Data in this exercise:
// Before/after comparison of an audit event's JSON: which leaf fields changed, were added or were
// removed, at any depth. Pure (no I/O), so the service, the CSV export and the tests share it.

export type AuditChangeKind = "added" | "removed" | "changed";

export interface AuditChange {
  /** Where the field sits: `model.coefficients[2]`, `name`; "" for a bare (non-object) value. */
  path: string;
  kind: AuditChangeKind;
  /** The old value (undefined when added). */
  before: unknown;
  /** The new value (undefined when removed). */
  after: unknown;
}

export interface DiffAuditValuesOptions {
  /**
   * Stop after this many changes, so that a huge before/after cannot flood a page.
   * @default 500
   */
  maxChanges?: number;
}

export interface AuditLeaf {
  path: string;
  value: unknown;
}

type Json = Record<string, unknown>;

function isObject(value: unknown): value is Json {
  return typeof value === "object" && value !== null && !Array.isArray(value);
}

function isContainer(value: unknown): value is Json | unknown[] {
  return Array.isArray(value) || isObject(value);
}

function join(path: string, key: string | number): string {
  if (typeof key === "number") return `${path}[${key}]`;
  return path ? `${path}.${key}` : key;
}

/**
 * The changed leaf fields between `before` and `after`. A creation (no before) or a removal (no after)
 * has nothing to compare and gives no changes: its one side is the whole story. Objects are compared
 * key by key, arrays index by index; a value that turns from an object into a number is one change at
 * its path. Key order: before's keys, then keys only after has.
 */
export function diffAuditValues(
  before: unknown,
  after: unknown,
  options: DiffAuditValuesOptions = {},
): AuditChange[] {
  const maxChanges = options.maxChanges ?? 500;
  if (!Number.isInteger(maxChanges) || maxChanges < 1)
    throw new RangeError("maxChanges must be a positive integer");
  if (before === null || before === undefined || after === null || after === undefined) return [];
  const changes: AuditChange[] = [];
  const walk = (b: unknown, a: unknown, path: string): void => {
    if (changes.length >= maxChanges) return;
    if (Array.isArray(b) && Array.isArray(a)) {
      for (let i = 0; i < Math.max(b.length, a.length); i++) {
        visit(i < b.length, b[i], i < a.length, a[i], join(path, i));
      }
      return;
    }
    if (isObject(b) && isObject(a)) {
      const keys = [...Object.keys(b), ...Object.keys(a).filter((k) => !Object.hasOwn(b, k))];
      for (const key of keys)
        visit(Object.hasOwn(b, key), b[key], Object.hasOwn(a, key), a[key], join(path, key));
      return;
    }
    if (!sameValue(b, a)) changes.push({ path, kind: "changed", before: b, after: a });
  };
  const visit = (hasB: boolean, b: unknown, hasA: boolean, a: unknown, path: string): void => {
    if (changes.length >= maxChanges) return;
    if (hasB && !hasA) changes.push({ path, kind: "removed", before: b, after: undefined });
    else if (!hasB && hasA) changes.push({ path, kind: "added", before: undefined, after: a });
    else walk(b, a, path);
  };
  walk(before, after, "");
  return changes;
}

function sameValue(a: unknown, b: unknown): boolean {
  if (isContainer(a) || isContainer(b)) {
    // Reached only when the two differ in shape (array vs object, container vs scalar), or are
    // both empty containers of the same kind.
    return JSON.stringify(a) === JSON.stringify(b) && Array.isArray(a) === Array.isArray(b);
  }
  return Object.is(a, b);
}

/**
 * Every leaf of a JSON value with its path, for showing before and after side by side. Empty
 * objects and arrays are leaves of their own. Stops after `limit` leaves.
 */
export function flattenAuditValue(value: unknown, limit = 300): AuditLeaf[] {
  const leaves: AuditLeaf[] = [];
  const walk = (v: unknown, path: string): void => {
    if (leaves.length >= limit) return;
    if (Array.isArray(v) && v.length > 0) v.forEach((item, i) => walk(item, join(path, i)));
    else if (isObject(v) && Object.keys(v).length > 0)
      for (const [k, item] of Object.entries(v)) walk(item, join(path, k));
    else leaves.push({ path, value: v });
  };
  if (value !== null && value !== undefined) walk(value, "");
  return leaves;
}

Task instructions: Give the count, and only the count, of lines in these records that hold the string "keys".

Answer box: 4